Document Type

Article

Publication Title

Temple Law Review

Abstract

Private equity (PE) has come to health care. With it: layoffs, cuts, and new pressures for providers, higher prices for payers, and questions from patients about quality and excessive care. PE firms, driven solely by a profit motive, take over health care entities, “lean” them down, load them with debt, and hope to extract a profit for their investors when they sell the hospital, physician group, or nursing home. Their entry into health care has been stealthy but dramatic: upwards of a third of all for-profit hospitals in the United States, and 40 percent of America’s emergency rooms, are now run by a PE company—demonstrating the complete financialization of American health care.

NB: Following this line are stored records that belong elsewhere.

def test_fit_json_states_tail_z_and_neglog10p(tmp_path, capsys):
    """JSON names the tail; p, -log10 p and z follow scipy.stats.t / norm (references)."""
    from scipy import stats

    rng = np.random.default_rng(12)
    path, events, _ = _write_run(tmp_path, rng)
    base = ["fit", str(path), "--events", str(events), "--voxel", "2", "1", "1", "--noise", "ols"]
    for tail, ref in (
        ("two", lambda t, df: 2 * stats.t.sf(abs(t), df)),
        ("positive", stats.t.sf),
        ("negative", stats.t.cdf),
    ):
        doc = _run_json(capsys, [*base, "--tail", tail])
        for f in doc["fits"]:
            assert f["tail"] == tail
            np.testing.assert_allclose(f["p"], ref(f["t"], f["df"]), rtol=1e-9)
            np.testing.assert_allclose(f["neglog10p"], -np.log10(ref(f["t"], f["df"])), rtol=1e-9)
            np.testing.assert_allclose(
                f["z"], stats.norm.isf(stats.t.sf(f["t"], f["df"])), rtol=1e-8
            )


def _derivative_tree(tmp_path, rng):
    """raw/ with events; raw/derivatives/prep/ with a preprocessed run (BIDS layout)."""
    raw = tmp_path / "raw"
    (raw / "sub-01" / "func").mkdir(parents=True)
    (raw / "dataset_description.json").write_text('{"Name": "r", "BIDSVersion": "1.8"}')
    dfunc = raw / "derivatives" / "prep" / "sub-01" / "func"
    dfunc.mkdir(parents=True)
    (raw / "derivatives" / "prep" / "dataset_description.json").write_text(
        '{"Name": "p", "DatasetType": "derivative"}'
    )
    data = 500 + rng.standard_normal((5, 6, 4, T)) * 5
    path, events = write_run(dfunc, data, TR, name="sub-01_task-x_desc-preproc_bold.nii")
    moved = raw / "sub-01" / "func" / "sub-01_task-x_events.tsv"
    events.rename(moved)
    return raw, path, moved


@pytest.mark.parametrize(
    "case, needle",
    [
        ("description", "dataset_description.json: the dataset description is not valid JSON"),
        ("two-events", "2 events files match this run"),
        ("start-time", "StartTime 9 must be a number of seconds from 0 up to but not including"),
    ],
)
def test_study_bad_input_one_line_exit_2(tmp_path, capsys, case, needle):
    """Bad input from a BIDS study (issue 10): one line naming the file, exit code 2."""
    raw, path, events = _derivative_tree(tmp_path, np.random.default_rng(8))
    assert main(["fit", str(path), "--voxel", "1", "1", "1", "--format", "json"]) == 0
    assert json.loads(capsys.readouterr().out)["companions"]["events"] == str(events)
    if case == "description":
        (raw / "derivatives" / "prep" / "dataset_description.json").write_text("{oops")
    elif case == "two-events":
        (events.parent / "sub-01_task-x_desc-old_events.tsv").write_text(events.read_text())
    else:
        path.with_name("sub-01_task-x_desc-preproc_bold.json").write_text(
            '{"SliceTimingCorrected": true, "StartTime": 9}'
        )
    code = main(["fit", str(path), "--voxel", "1", "1", "1"])
    err = capsys.readouterr().err.strip()
    assert code == 2 and len(err.splitlines()) == 1 and needle in err, err


# ----------------------------------------------------------------------------- issue 13

GAMBLE = (
    "onset\tduration\ttrial_type\tgain\tloss\n"
    "4\t3\tgamble\t10\t5\n16\t3\tgamble\t30\tn/a\n28\t3\tgamble\tn/a\t7\n40\t3\tgamble\t20\t2\n"
    "52\t3\tgamble\t40\t9\n64\t3\tgamble\t15\t4\n76\t3\tgamble\t35\t6\n88\t3\tgamble\t25\t1\n"
    "100\t3\tgamble\t5\t8\n112\t3\tgamble\t45\t3\n"
)


def test_modulators_from_the_command_line(tmp_path, capsys):
    """--modulators adds CONDITION:MODULATOR columns, centred over the condition's events,
    that a contrast can name; n/a counts go to stderr, one line per modulator. The
    centred column is checked against one built here by hand (boxcar, TR 1.5: each 3 s
    event covers two whole volume windows)."""
    rng = np.random.default_rng(13)
    path, events, _data = _write_run(tmp_path, rng)
    events.write_text(GAMBLE)
    argv = ["fit", str(path), "--voxel", "2", "2", "2", "--kernels", "boxcar"]
    code = main(
        [*argv, "--modulators", "gain,loss", "--contrast", "gamble:gain", "--format", "json"]
    )
    out = capsys.readouterr()
    assert code == 0, out.err
    doc = json.loads(out.out)
    f = doc["fits"][0]
    assert f["columns"][:3] == ["gamble", "gamble:gain", "gamble:loss"]
    assert f["weights"][:3] == [0.0, 1.0, 0.0]
    gain = np.array([10, 30, np.nan, 20, 40, 15, 35, 25, 5, 45])
    centred = np.where(np.isfinite(gain), gain - np.nanmean(gain), 0.0)
    expect = np.zeros(T)
    for on, c in zip(np.arange(4, 113, 12), centred):
        v = int(on // TR)  # onsets 4, 16, ... sit 1 s into a 1.5 s window
        expect[v] += c * 0.5 / TR  # 0.5 s of the first window
        expect[v + 1] += c
        expect[v + 2] += c * 1.0 / TR  # 1 s of the third window
    np.testing.assert_allclose(np.asarray(f["design"])[:, 1], expect, atol=1e-9)
    notes = doc["warnings"]  # JSON carries them; the table format prints them to stderr
    assert sum("modulator 'gain' is n/a for 1 of 10 events" in e for e in notes) == 1
    assert sum("modulator 'loss' is n/a for 1 of 10 events" in e for e in notes) == 1
    assert main([*argv, "--modulators", "gain"]) == 0
    err = capsys.readouterr().err.splitlines()
    assert sum("modulator 'gain' is n/a for 1 of 10 events" in e for e in err) == 1


@pytest.mark.parametrize(
    ("extra", "needle"),
    [
        (["--amplitude-column", "gain"], "--modulators gain"),
        (["--fir-bins", "12"], "--fir-window"),
        (["--modulators", "gian"], "numeric columns: gain, loss"),
        (["--condition-column", "hand"], "--condition-column"),
        (["--modulators", "gain", "--contrast", "gamble:loss"], "'gamble:loss'"),
    ],
)
def test_replaced_and_bad_event_options_one_line_exit_2(tmp_path, capsys, extra, needle):
    rng = np.random.default_rng(14)
    path, events, _data = _write_run(tmp_path, rng)
    events.write_text(GAMBLE)
    code = main(["fit", str(path), "--voxel", "1", "1", "1", *extra])
    err = capsys.readouterr().err.strip()
    assert code == 2 and len(err.splitlines()) == 1 and needle in err, err
    assert "Traceback" not in err


def test_onset_unit_volumes_and_condition_column(tmp_path, capsys):
    """Onsets given as volume numbers: a warning names the TR factor; --onset-unit volumes
    multiplies onsets and durations by the TR and gives the same design as seconds."""
    rng = np.random.default_rng(15)
    path, events, _data = _write_run(tmp_path, rng)
    vols = "onset\tduration\ttrial_type\thand\n"
    vols += "".join(f"{v}\t4\tpress\t{'LR'[i % 2]}\n" for i, v in enumerate(range(4, 86, 9)))
    events.write_text(vols)
    base = ["fit", str(path), "--voxel", "2", "2", "2", "--kernels", "gamma", "--format", "json"]
    assert main(base) == 0
    notes = " ".join(json.loads(capsys.readouterr().out)["warnings"])
    assert "look like volume numbers" in notes and "TR (1.5 s)" in notes
    assert main([*base, "--onset-unit", "volumes"]) == 0
    out = capsys.readouterr()
    assert "volume numbers" not in out.out
    secs = "onset\tduration\ttrial_type\n" + "".join(
        f"{v * TR:g}\t{4 * TR:g}\tpress\n" for v in range(4, 86, 9)
    )
    events2 = tmp_path / "seconds_events.tsv"
    events2.write_text(secs)
    assert main([*base, "--events", str(events2)]) == 0
    ref = json.loads(capsys.readouterr().out)
    np.testing.assert_allclose(
        json.loads(out.out)["fits"][0]["design"], ref["fits"][0]["design"], atol=1e-12
    )
    assert main([*base, "--onset-unit", "volumes", "--condition-column", "hand"]) == 0
    doc = json.loads(capsys.readouterr().out)
    assert doc["fits"][0]["columns"][:2] == ["L", "R"]


def test_highpass_shorter_than_the_task_cycle_warns(tmp_path, capsys):
    """Issue 17 item 10: --highpass below the design's on/off cycle (tone every 48 s in
    tests/cli/runs.py; the 135 s run's nearest periodogram bin is 45 s) is one warning
    line with the numbers; the default 128 s is quiet."""
    rng = np.random.default_rng(2)
    path, _events, _ = _write_run(tmp_path, rng)
    assert main(["fit", str(path), "--voxel", "1", "1", "1", "--highpass", "10"]) == 0
    err = capsys.readouterr().err
    lines = [ln for ln in err.splitlines() if "on/off cycle" in ln]
    assert len(lines) == 1
    assert "cut-off 10 s is shorter than the task's on/off cycle (about 45 s, tone)" in lines[0]
    assert main(["fit", str(path), "--voxel", "1", "1", "1"]) == 0
    assert "on/off cycle" not in capsys.readouterr().err
    out = tmp_path / "t.nii"
    assert main(["map", str(path), "--highpass", "10", "--out", str(out)]) == 0
    assert "on/off cycle" in capsys.readouterr().err


def test_checks_without_warning_signs_say_so(tmp_path, capsys):
    """Issue 17 item 10: --checks on a white-noise voxel prints one line saying there are no
    warning signs, instead of nothing."""
    rng = np.random.default_rng(5)
    path, _events, _ = _write_run(tmp_path, rng)
    assert main(["fit", str(path), "--voxel", "2", "3", "1", "--checks"]) == 0
    out = capsys.readouterr().out
    assert "checks: no warning signs at this voxel (4 kernels checked)" in out
    assert main(["fit", str(path), "--voxel", "2", "3", "1"]) == 0
    assert "warning signs" not in capsys.readouterr().out  # not asked: not said


def test_atlas_region_in_fit_json_and_table(tmp_path, capsys):
    """Issue 17 item 6: --atlas names the region at the voxel, looked up through the
    affines on the atlas's own grid (nibabel.affines.apply_affine as the reference)."""
    from nibabel.affines import apply_affine

    rng = np.random.default_rng(9)
    path, _events, _ = _write_run(tmp_path, rng)
    aff = np.diag([-1.5, 1.5, 1.5, 1.0])  # another grid, flipped left-right
    aff[:3, 3] = (12.0, -2.0, -2.0)
    labels = np.zeros((12, 14, 12), np.int16)
    labels[:, 7:, :] = 3
    atlas = tmp_path / "sub-01_atlas-test_dseg.nii.gz"
    nib.save(nib.Nifti1Image(labels, aff), atlas)
    (tmp_path / "sub-01_atlas-test_dseg.tsv").write_text("index\tname\n3\tupper half\n")
    doc = _run_json(capsys, ["fit", str(path), "--voxel", "2", "3", "1", "--atlas", str(atlas)])
    ijk = np.floor(apply_affine(np.linalg.inv(aff), doc["mm"]) + 0.5).astype(int)
    want = int(labels[tuple(ijk)])
    assert doc["region"]["index"] == want
    assert doc["region"]["text"] == ("upper half" if want == 3 else "background")
    assert doc["region"]["atlas"] == str(atlas)
    assert doc["companions"]["atlas"] == str(atlas)
    assert main(["fit", str(path), "--voxel", "4", "5", "3", "--atlas", str(atlas)]) == 0
    out = capsys.readouterr().out
    assert out.splitlines()[1].startswith("region ")
    doc = _run_json(capsys, ["fit", str(path), "--voxel", "2", "3", "1"])
    assert doc["region"] is None
    (tmp_path / "sub-01_atlas-test_dseg.tsv").write_text("index\tname\nthree\tupper half\n")
    code = main(["fit", str(path), "--voxel", "2", "3", "1", "--atlas", str(atlas)])
    err = capsys.readouterr().err
    assert code == 2 and len(err.strip().splitlines()) == 1
    assert "dseg.tsv: row 2, column index: 'three' is not a whole number" in err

Policymakers, legal scholars, medical researchers, and even senators are engaged on how best to protect America’s health care system from the worst excesses of PE ownership: maybe through tightening corporate practice of medicine rules, deploying antitrust solutions, engaging the fraud and abuse statutes, or trying to ban the practice altogether. For sure, PE ownership puts pressures on the provision of care. And nowhere is that pressure more acute than on the provider—the actor who stands in the breach between the PE owners and patients, feeling the most intense effects of a conflict between producing profits and their duties to their patients.

This piece analyzes this new burden. It highlights the challenges posed by trying to solve the PE problem by using a legal regime that is constituted to insulate clinical decision-making from profit interests. But what to do when, like in PE ownership, those profit interests may control, own, and/or heavily pressure the decision-making of the providers?

The typical tools—the fraud and abuse statutes, and, specifically, the 160-year-old federal civil False Claims Act—face daunting challenges to their efficacy in this space. From the medical necessity determination, to its whistleblowing structure, to causation, application of fraud to PE needs a creative reimagining. This serves as a first important step toward recalibrating the fraud and abuse regime to prevent the worst excesses of PE ownership—and to adequately protect America’s providers, patients, and payers from the exploding intrusion of private profit interests into the sanctified space of health care.